You must have a minimum of 25 posts during the qualification period.


You must have a minimum of 5 posts in the months of December 2012, January 2013 and February 2013. 
(These 15 required posts will be counted towards your 25 posts.)


No post padding! (_*Minimum 25 word count per post!*_)


Qualified members must post in the Qualification Thread that you would like to be entered into the giveaway drawing.


_Qualifications are subject to amendment with notice posted here._

*Terms & Conditions*

This giveaway is limited to U.S. members only. You must be able to prove your residency in the United States. The product is non-returnable for refund.

SHIPPING: Shipping is covered for U.S. addresses only (CONUS - lower 48 only). 

If any HTS member purchases a system from Exteris Audio during the giveaway period and then wins the giveaway, the winning member will have the option to receive a refund for the original purchase price + shipping (if applicable) of the system bought OR we can ship the winning member the "giveaway" system.

The winner must be willing to post a user review here at Home Theater Shack within 45 days of receiving the system.

Be sure to check out the other products at Exteris Audio.


Best of luck... :T

As we always say... thanks for being a member at Home Theater Shack!!!

...


----------



## NBPk402 (Feb 21, 2012)

Wow!!! Another awesome giveaway. A big thanks to the Sponsors for giving away such great equipment. Someone is going to be very happy with this one.


----------



## tattoo_Dan (Jan 17, 2009)

looks pretty cool,they would be perfect for my BBQ area !


----------



## moparz10 (Sep 21, 2010)

Wow great looking speakers and a great sponsor! Thank you exteris audio for being on board and making one shackster very happy.


----------



## 8086 (Aug 4, 2009)

Ever since i first saw them a few weeks ago, I've been really excited about these speakers. Good luck to whomever may win them.


----------



## smurphy522 (Sep 21, 2010)

Looks like those could be the ultimate patio stereo system - for those of us that work for a living.

Interested to see how they test out. Keep us posted HTS!


----------



## Tonto (Jun 30, 2007)

This looks like one of those gadgets for the guy that has everything! Can't wait to read a review of the babies. Thanks Exteris Audio & Home Theater Shack, the forum that just keeps on giving !!!


----------



## sub_crazy (Nov 17, 2007)

What a good idea, travertine veneered cabinets, I like it.

I am going to tell a friend about this who was just asking me about outdoor speakers. 

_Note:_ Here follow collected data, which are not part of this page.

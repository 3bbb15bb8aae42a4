/** A track and a car together: what is accepted ranks, or says what stands in the way, in numbers that are numbers. */
import {readCar, readTrack} from '../../../source/documents/read.ts';
import {visible} from '../../../source/documents/visible.ts';
import type {Car} from '../../../source/drivetrain/car.ts';
import type {Track} from '../../../source/drivetrain/track.ts';
import {rankRack} from '../../../source/planning/rank-rack.ts';
import {headingOf} from '../../../source/text/heading-view.ts';
import {layOut} from '../../../source/text/layout.ts';
import {paint} from '../../../source/text/paint.ts';
import {rankView} from '../../../source/text/rank-view.ts';
import {unitsOf} from '../../../source/text/units.ts';
import {nudged} from '../mutate.ts';
import {inJson} from '../mutate-json.ts';
import type {Answer, Reader} from '../reader.ts';
import {cars, fixtureText, tracks} from './documents.ts';

/** A larger ranking takes its time, rightly. */
const mostRuns = 300;

const runsIn = (track: Track, car: Car): number =>
	track.straights.length *
	(track.situations.length + 1) *
	car.rack.pairs.length *
	car.gearboxes.reduce((sum, {ratios}) => sum + ratios.length, 0);

async function read(text: string): Promise<Answer> {
	const {track: trackPart, car: carPart} = partsOf(text) ?? {};
	if (trackPart === undefined || carPart === undefined) return {accepted: false};
	const [track, car] = [await readTrack(JSON.stringify(trackPart)), await readCar(JSON.stringify(carPart))];
	if (!track.ok || !car.ok || runsIn(track.value, car.value) > mostRuns) return {accepted: false};
	const ranking = rankRack(car.value, track.value);
	if (!ranking.ok) {
		const {faults} = ranking;
		return {
			accepted: false,
			said: faults.map(({path, found, allowed}) => visible(path + found + allowed)).join('\n'),
			problems: faults,
		};
	}
	const wrong = numberless(ranking.value, []);
	const view = rankView(
		{heading: headingOf(car.value, track.value, new Date(0)), ranking: ranking.value, top: 20},
		unitsOf('us'),
	);
	const said = paint(layOut(view, 100), {color: false, ascii: false});
	return {
		accepted: true,
		said,
		broken:
			wrong !== undefined
				? `every number of a ranking is one: ${wrong}`
				: /\bNaN\b|\bundefined\b|Infinity/.test(said) && !/NaN|undefined|Infinity/.test(text)
					? `a ranking is said in words: ${/.*(?:NaN|undefined|Infinity).*/.exec(said)?.[0]}`
					: undefined,
	};
}

/** Where in the answer a number is none. */
function numberless(value: unknown, path: readonly string[]): string | undefined {
	if (typeof value === 'number') return Number.isFinite(value) ? undefined : `${path.join('.')} is ${value}`;
	if (typeof value !== 'object' || value === null) return undefined;
	for (const [key, inner] of Object.entries(value)) {
		const found = numberless(inner, [...path, key]);
		if (found !== undefined) return found;
	}
	return undefined;
}

function partsOf(text: string): {track?: unknown; car?: unknown} | undefined {
	try {
		const parts: unknown = JSON.parse(text);
		return typeof parts === 'object' && parts !== null ? parts : undefined;
	} catch {
		return undefined;
	}
}

/** A tooth less and a straight more change the ranking; a comma less only ends the reading. */
const short = (text: string, keep: (document: {rack?: {pairs: unknown[]}; gearboxes?: unknown[]}) => void): unknown => {
	const document = JSON.parse(text);
	keep(document);
	return document;
};

export const rankings: Reader = {
	name: 'rankings',
	examples: () => [
		JSON.stringify({
			track: short(fixtureText('oval'), () => {}),
			car: short(fixtureText('car'), car => {
				car.rack?.pairs.splice(2);
				car.gearboxes?.splice(1);
				Object.assign(car, {installed: undefined});
			}),
		}),
	],
	words: [...tracks.words, ...cars.words],
	mutators: [nudged, nudged, inJson],
	longest: 12_000,
	work: {start: 4_000_000, perCharacter: 0},
	read,
};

Another great giveaway from the HTS!


----------



## Jerry_at_Exteris (Oct 29, 2012)

Tonto said:


> This looks like one of those gadgets for the guy that has everything! Can't wait to read a review of the babies. Thanks Exteris Audio & Home Theater Shack, the forum that just keeps on giving !!!


Our products are for the guy that may everything, but... ALWAYS has room for the next cool "audiothing" that comes along... 

Good luck in the giveaway!


----------



## hyghwayman (Jan 15, 2008)

Thank you HTS and Exteris Audio for another great giveaway. I would enjoy these out in our Ohio room( ok Florida room). I have an older AVR collecting dust that would work great for two channel music.

Thanks again and GL to all.


----------



## erwinbel (Mar 23, 2010)

You're ofcourse perfectly entitled to exclude non USA residents. But there's a little jealous voice inside my head that says _It ain't fair..._. I hope you apreciate that. I guess the sponsor isn't interested in non-USA residents. But check my gear and you'll see I am a dollar spender...

I was very happy to win a Oppo 83SE here two years ago, so I am not to bothered. Good luck to y'all.


----------



## JerryLove (Dec 5, 2009)

The giveaways on this site remain impressive; and I must admit also effective. I think it was a giveaway that initially caught my attention and another years later (which I filed to qualify for) that got me back into posting.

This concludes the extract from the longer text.